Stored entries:
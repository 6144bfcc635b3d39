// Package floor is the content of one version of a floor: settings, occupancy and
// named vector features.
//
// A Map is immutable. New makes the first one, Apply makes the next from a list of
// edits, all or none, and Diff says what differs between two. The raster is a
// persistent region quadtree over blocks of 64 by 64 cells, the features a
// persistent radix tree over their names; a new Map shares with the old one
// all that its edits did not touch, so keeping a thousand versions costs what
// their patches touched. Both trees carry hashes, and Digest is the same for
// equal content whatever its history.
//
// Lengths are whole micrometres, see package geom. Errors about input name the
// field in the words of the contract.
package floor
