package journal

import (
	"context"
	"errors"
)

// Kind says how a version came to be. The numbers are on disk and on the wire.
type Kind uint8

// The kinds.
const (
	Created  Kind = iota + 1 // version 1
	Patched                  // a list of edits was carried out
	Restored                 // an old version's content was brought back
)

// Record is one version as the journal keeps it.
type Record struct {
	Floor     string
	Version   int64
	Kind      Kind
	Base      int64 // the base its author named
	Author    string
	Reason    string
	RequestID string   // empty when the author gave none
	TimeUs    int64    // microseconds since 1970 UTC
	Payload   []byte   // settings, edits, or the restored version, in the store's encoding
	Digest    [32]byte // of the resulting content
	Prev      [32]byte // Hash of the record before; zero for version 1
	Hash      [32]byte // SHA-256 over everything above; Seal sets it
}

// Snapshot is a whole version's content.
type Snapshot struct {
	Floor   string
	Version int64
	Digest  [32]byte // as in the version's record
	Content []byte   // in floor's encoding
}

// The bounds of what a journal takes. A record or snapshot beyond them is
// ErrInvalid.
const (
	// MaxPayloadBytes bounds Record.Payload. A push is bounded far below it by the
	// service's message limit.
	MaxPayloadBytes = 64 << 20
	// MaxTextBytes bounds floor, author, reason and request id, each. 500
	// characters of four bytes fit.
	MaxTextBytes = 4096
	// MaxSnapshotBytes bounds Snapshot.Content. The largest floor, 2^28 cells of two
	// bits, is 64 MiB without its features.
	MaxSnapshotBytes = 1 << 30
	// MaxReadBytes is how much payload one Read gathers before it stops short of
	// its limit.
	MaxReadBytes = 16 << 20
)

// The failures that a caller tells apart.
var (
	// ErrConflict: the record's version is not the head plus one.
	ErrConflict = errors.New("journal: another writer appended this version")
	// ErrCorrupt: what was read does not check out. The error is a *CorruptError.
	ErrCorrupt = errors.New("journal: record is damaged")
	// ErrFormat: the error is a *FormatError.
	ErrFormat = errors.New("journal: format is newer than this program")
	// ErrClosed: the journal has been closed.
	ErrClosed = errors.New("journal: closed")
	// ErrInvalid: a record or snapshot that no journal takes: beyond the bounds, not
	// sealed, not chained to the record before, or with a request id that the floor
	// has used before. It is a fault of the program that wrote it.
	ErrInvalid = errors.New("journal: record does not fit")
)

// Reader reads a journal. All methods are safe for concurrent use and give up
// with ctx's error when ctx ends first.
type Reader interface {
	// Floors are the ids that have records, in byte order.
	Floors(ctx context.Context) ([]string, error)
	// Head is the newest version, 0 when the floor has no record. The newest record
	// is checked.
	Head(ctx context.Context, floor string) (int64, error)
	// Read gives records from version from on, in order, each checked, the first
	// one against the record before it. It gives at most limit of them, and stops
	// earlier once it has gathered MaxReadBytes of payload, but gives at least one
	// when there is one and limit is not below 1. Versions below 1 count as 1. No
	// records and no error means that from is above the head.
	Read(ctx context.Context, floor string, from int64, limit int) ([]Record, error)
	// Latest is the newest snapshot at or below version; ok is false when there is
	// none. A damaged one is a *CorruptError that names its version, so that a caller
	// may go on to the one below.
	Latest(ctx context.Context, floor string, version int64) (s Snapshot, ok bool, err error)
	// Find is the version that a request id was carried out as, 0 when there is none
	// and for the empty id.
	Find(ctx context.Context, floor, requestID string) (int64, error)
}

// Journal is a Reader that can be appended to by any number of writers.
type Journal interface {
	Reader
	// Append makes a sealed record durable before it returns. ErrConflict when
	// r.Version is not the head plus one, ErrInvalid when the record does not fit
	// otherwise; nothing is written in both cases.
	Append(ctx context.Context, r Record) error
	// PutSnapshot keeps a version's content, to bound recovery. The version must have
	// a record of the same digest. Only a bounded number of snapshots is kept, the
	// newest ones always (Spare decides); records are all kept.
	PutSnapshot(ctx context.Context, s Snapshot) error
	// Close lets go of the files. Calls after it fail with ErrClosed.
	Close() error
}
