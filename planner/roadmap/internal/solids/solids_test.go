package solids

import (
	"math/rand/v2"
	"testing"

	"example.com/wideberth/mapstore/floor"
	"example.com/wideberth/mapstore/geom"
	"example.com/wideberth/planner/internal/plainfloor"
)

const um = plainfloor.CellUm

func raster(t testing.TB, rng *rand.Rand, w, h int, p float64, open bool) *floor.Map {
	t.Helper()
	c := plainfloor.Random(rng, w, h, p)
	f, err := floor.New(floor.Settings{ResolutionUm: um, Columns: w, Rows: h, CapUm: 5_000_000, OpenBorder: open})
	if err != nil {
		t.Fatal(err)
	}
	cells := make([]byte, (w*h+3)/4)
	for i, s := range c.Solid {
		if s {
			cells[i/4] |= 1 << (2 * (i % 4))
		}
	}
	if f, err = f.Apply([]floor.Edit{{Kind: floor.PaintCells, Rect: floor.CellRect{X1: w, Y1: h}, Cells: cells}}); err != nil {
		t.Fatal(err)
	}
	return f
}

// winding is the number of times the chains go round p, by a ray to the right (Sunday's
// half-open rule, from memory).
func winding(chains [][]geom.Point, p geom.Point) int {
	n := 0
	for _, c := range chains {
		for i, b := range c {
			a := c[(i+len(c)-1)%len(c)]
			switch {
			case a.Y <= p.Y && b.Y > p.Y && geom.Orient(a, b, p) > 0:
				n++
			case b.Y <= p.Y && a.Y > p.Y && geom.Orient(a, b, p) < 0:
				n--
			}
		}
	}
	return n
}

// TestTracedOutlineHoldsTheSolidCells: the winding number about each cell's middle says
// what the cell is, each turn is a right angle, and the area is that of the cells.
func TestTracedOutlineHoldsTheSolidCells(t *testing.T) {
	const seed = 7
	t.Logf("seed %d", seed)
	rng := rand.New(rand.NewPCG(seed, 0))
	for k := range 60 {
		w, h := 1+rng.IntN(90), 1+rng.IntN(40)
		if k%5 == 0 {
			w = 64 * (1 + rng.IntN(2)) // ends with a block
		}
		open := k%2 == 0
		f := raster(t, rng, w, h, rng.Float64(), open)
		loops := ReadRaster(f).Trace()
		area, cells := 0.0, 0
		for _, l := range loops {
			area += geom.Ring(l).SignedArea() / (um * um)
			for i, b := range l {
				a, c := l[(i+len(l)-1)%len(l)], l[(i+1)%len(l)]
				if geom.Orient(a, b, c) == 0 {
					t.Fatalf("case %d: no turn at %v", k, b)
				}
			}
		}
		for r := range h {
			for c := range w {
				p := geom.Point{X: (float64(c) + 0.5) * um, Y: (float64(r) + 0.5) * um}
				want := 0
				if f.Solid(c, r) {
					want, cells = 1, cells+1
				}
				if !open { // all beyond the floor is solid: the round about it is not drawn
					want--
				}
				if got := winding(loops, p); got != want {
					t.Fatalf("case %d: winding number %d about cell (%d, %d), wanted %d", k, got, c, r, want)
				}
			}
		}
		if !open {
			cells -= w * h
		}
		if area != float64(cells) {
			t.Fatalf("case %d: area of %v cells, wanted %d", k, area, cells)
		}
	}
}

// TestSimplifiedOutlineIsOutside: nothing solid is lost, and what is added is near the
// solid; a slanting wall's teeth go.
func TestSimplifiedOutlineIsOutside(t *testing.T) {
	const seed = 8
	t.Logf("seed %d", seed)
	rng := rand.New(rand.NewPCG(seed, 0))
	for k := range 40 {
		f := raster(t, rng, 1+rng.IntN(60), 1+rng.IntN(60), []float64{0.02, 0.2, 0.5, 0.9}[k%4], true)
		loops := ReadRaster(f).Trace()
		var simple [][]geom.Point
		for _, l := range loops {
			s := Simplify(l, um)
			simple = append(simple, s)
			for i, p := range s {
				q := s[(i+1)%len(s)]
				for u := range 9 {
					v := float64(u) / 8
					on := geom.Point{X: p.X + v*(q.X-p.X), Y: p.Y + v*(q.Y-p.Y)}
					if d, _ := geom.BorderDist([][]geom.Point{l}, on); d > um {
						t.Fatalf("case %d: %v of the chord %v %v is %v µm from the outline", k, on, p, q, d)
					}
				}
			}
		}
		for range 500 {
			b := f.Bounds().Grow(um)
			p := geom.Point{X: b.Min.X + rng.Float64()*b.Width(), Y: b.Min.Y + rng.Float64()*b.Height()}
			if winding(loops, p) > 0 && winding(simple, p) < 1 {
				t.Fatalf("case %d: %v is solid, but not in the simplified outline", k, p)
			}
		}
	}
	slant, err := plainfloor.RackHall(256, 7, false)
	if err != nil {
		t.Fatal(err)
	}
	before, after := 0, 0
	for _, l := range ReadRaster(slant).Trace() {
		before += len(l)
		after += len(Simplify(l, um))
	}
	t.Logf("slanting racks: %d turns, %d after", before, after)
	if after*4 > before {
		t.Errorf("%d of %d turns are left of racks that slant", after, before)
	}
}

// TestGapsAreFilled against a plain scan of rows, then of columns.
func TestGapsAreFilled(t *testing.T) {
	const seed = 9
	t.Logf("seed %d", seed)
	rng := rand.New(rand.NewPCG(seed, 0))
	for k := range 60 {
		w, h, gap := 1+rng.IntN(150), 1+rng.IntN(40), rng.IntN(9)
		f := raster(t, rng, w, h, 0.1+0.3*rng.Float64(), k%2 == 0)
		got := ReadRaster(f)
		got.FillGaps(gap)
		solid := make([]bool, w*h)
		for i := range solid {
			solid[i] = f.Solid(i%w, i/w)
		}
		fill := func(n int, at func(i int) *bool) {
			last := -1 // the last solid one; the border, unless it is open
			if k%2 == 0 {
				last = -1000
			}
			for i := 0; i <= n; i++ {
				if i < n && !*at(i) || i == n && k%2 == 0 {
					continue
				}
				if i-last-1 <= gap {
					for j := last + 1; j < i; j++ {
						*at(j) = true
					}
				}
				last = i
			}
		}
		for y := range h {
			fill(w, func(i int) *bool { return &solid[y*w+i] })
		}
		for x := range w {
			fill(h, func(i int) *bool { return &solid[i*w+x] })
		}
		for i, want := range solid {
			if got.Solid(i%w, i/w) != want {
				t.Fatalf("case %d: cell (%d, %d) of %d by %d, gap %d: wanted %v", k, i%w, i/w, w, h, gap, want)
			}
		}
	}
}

About this exercise:
All that is wanted is the stretch of lines above from the one containing "of the contract." through the one containing "the version's record", duplicated exactly.

Exercise answer:
// field in the words of the contract.
package floor
package journal

import (
	"context"
	"errors"
)

// Kind says how a version came to be. The numbers are on disk and on the wire.
type Kind uint8

// The kinds.
const (
	Created  Kind = iota + 1 // version 1
	Patched                  // a list of edits was carried out
	Restored                 // an old version's content was brought back
)

// Record is one version as the journal keeps it.
type Record struct {
	Floor     string
	Version   int64
	Kind      Kind
	Base      int64 // the base its author named
	Author    string
	Reason    string
	RequestID string   // empty when the author gave none
	TimeUs    int64    // microseconds since 1970 UTC
	Payload   []byte   // settings, edits, or the restored version, in the store's encoding
	Digest    [32]byte // of the resulting content
	Prev      [32]byte // Hash of the record before; zero for version 1
	Hash      [32]byte // SHA-256 over everything above; Seal sets it
}

// Snapshot is a whole version's content.
type Snapshot struct {
	Floor   string
	Version int64
	Digest  [32]byte // as in the version's record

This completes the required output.